A network weight value of zero is reserved and assigned to all orphan junctions. A network weight value of -1 indicates that the feature is impeded and cannot participate in tracing. Also, if a weight is not associated with any attributes of a feature class, then the weight values for all network elements corresponding to that feature class will be zero.
Enabled and disabled features
There are times when you want to block or disable the ability to trace through a feature in your geometric network. This may happen in an electrical network during a power outage, when overhead lines are downed by a storm. Since these power lines are no longer available, you would like to remove them from consideration during tracing operations.
Instead of deleting the feature or disconnecting the feature, you can disable the feature during tracing operations. A feature that is disabled acts as a barrier; when the network is traced, the trace will stop at any barriers it encounters in the network including disabled network features.
The enabled or disabled state of a network feature is a property maintained by a field Enabled. The Enabled field has a domain associated with it, the EnabledDomain. The EnabledDomain, and thus the Enabled field, has two possible values: true or false. When building a geometric network from simple feature classes, this field is automatically added to the input feature classes, and the EnabledDomain is created (if not already present) and is associated with the Enabled field. When you use ArcCatalog to create a network feature class, Enabled is a required field for the feature class.
When adding new features to a network, they are enabled by default.

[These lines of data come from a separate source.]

export { requireAuth, requireSiteRole, authOf, siteOf } from './middleware';
export { hashPassword, verifyPassword } from './passwords';
export { signAccessToken, verifyAccessToken, hashRefreshToken, JWT_ISSUER, JWT_AUDIENCE } from './tokens';
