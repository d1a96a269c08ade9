/**
 * Account lockout: LOCKOUT_THRESHOLD failed sign-ins of one account within LOCKOUT_WINDOW_MS lock
 * it for LOCKOUT_MS, whatever addresses they came from (the per-address limiter in ./routes.ts is
 * separate). OWASP Authentication Cheat Sheet "Account Lockout" and NIST SP 800-63B §5.2.2 (limit
 * failed attempts on one account); the numbers are the project's choice (common practice).
 * Counted in the users row (failed_sign_ins, failed_sign_ins_since, locked_until), so every server
 * process sees the same count; a successful sign-in resets it.
 */
import type { DataSource, EntityManager } from 'typeorm';
import { UserEntity, type User } from '../entities';
import { AppError } from '../errors';

export const LOCKOUT_THRESHOLD = 10;
export const LOCKOUT_WINDOW_MS = 15 * 60 * 1000;
export const LOCKOUT_MS = 15 * 60 * 1000;

/** The 429 a locked account gets; details carry when to retry. */
export function lockedError(until: Date, now = new Date()): AppError {
  const retryAfterS = Math.max(1, Math.ceil((until.getTime() - now.getTime()) / 1000));
  const minutes = Math.ceil(retryAfterS / 60);
  return new AppError(
    429,
    'rate_limited',
    `This account is locked after ${LOCKOUT_THRESHOLD} failed sign-ins within ${LOCKOUT_WINDOW_MS / 60000} minutes; ` +
      `try again after ${until.toISOString()} (in ${minutes} minute${minutes === 1 ? '' : 's'})`,
    { lockedUntil: until.toISOString(), retryAfterS },
  );
}

/** Throws the 429 when the account is locked now. */
export function assertNotLocked(user: Pick<User, 'lockedUntil'>, now = new Date()): void {
  if (user.lockedUntil && user.lockedUntil.getTime() > now.getTime()) throw lockedError(user.lockedUntil, now);
}

/**
 * Counts one failed sign-in of the account; returns the lock's end when this failure locked it.
 * Row-locked, so failures racing on one account are all counted.
 */
export async function recordFailedSignIn(ds: DataSource, userId: string, now = new Date()): Promise<Date | null> {
  return ds.transaction(async (em: EntityManager) => {
    const users = em.getRepository(UserEntity);
    const u = await users.findOne({ where: { id: userId }, lock: { mode: 'pessimistic_write' } });
    if (!u) return null;
    const fresh = !u.failedSignInsSince || now.getTime() - u.failedSignInsSince.getTime() >= LOCKOUT_WINDOW_MS;
    const count = fresh ? 1 : u.failedSignIns + 1;
    if (count >= LOCKOUT_THRESHOLD) {
      const until = new Date(now.getTime() + LOCKOUT_MS);
      await users.update({ id: userId }, { failedSignIns: 0, failedSignInsSince: null, lockedUntil: until });
      return until;
    }
    await users.update({ id: userId }, { failedSignIns: count, failedSignInsSince: fresh ? now : u.failedSignInsSince });
    return null;
  });
}

/** A successful sign-in forgets earlier failures (and an expired lock). */
export async function resetFailedSignIns(db: DataSource | EntityManager, user: Pick<User, 'id' | 'failedSignIns' | 'failedSignInsSince' | 'lockedUntil'>): Promise<void> {
  if (user.failedSignIns === 0 && !user.failedSignInsSince && !user.lockedUntil) return;
  await db.getRepository(UserEntity).update({ id: user.id }, { failedSignIns: 0, failedSignInsSince: null, lockedUntil: null });
}
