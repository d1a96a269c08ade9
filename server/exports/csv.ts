/**
 * CSV for spreadsheets (RFC 4180 through csv-stringify), with spreadsheet formula injection
 * neutralised as the OWASP "CSV Injection" guidance says: a text cell starting with = + - @, a tab
 * or a carriage return gets a leading single quote, so a spreadsheet shows it as text instead of
 * running it. Numbers stay numbers (a negative reading is not text and is left alone); null is an
 * empty cell; dates are ISO 8601 UTC.
 */
import { stringify } from 'csv-stringify/sync';

export type Cell = string | number | boolean | Date | null | undefined;

const FORMULA_START = /^[=+\-@\t\r]/;

export function neutralise(text: string): string {
  return FORMULA_START.test(text) ? `'${text}` : text;
}

export function cell(v: Cell): string | number {
  if (v === null || v === undefined) return '';
  if (typeof v === 'number') return Number.isFinite(v) ? v : '';
  if (typeof v === 'boolean') return v ? 'true' : 'false';
  if (v instanceof Date) return v.toISOString();
  return neutralise(v);
}

/** Rows to CSV text; `header` once when given. Lines end in CRLF (RFC 4180). */
export function toCsv(rows: readonly Cell[][], header?: readonly string[]): string {
  const body = rows.map((r) => r.map(cell));
  return stringify(header ? [header.map((h) => neutralise(h)), ...body] : body, { record_delimiter: 'windows' });
}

How the logical network works with weights and the enabled and ancillary roles fields
Values stored in the network weight, ancillary role, and enabled fields are the user's view of the state of the feature in the logical network. When analysis, such as tracing and flow direction calculation, is performed against a network feature, the value of these fields within the feature is not directly referenced to determine the enabled, ancillary role state of the feature or its weight. Instead, these states of the feature are stored in the logical network, which is queried during these operations. This is done for performance reasons.
When you edit a network feature and change the value of the enabled, ancillary role, or weight field, the state of the feature in the internal topology tables is modified to remain in sync with the field values of the feature.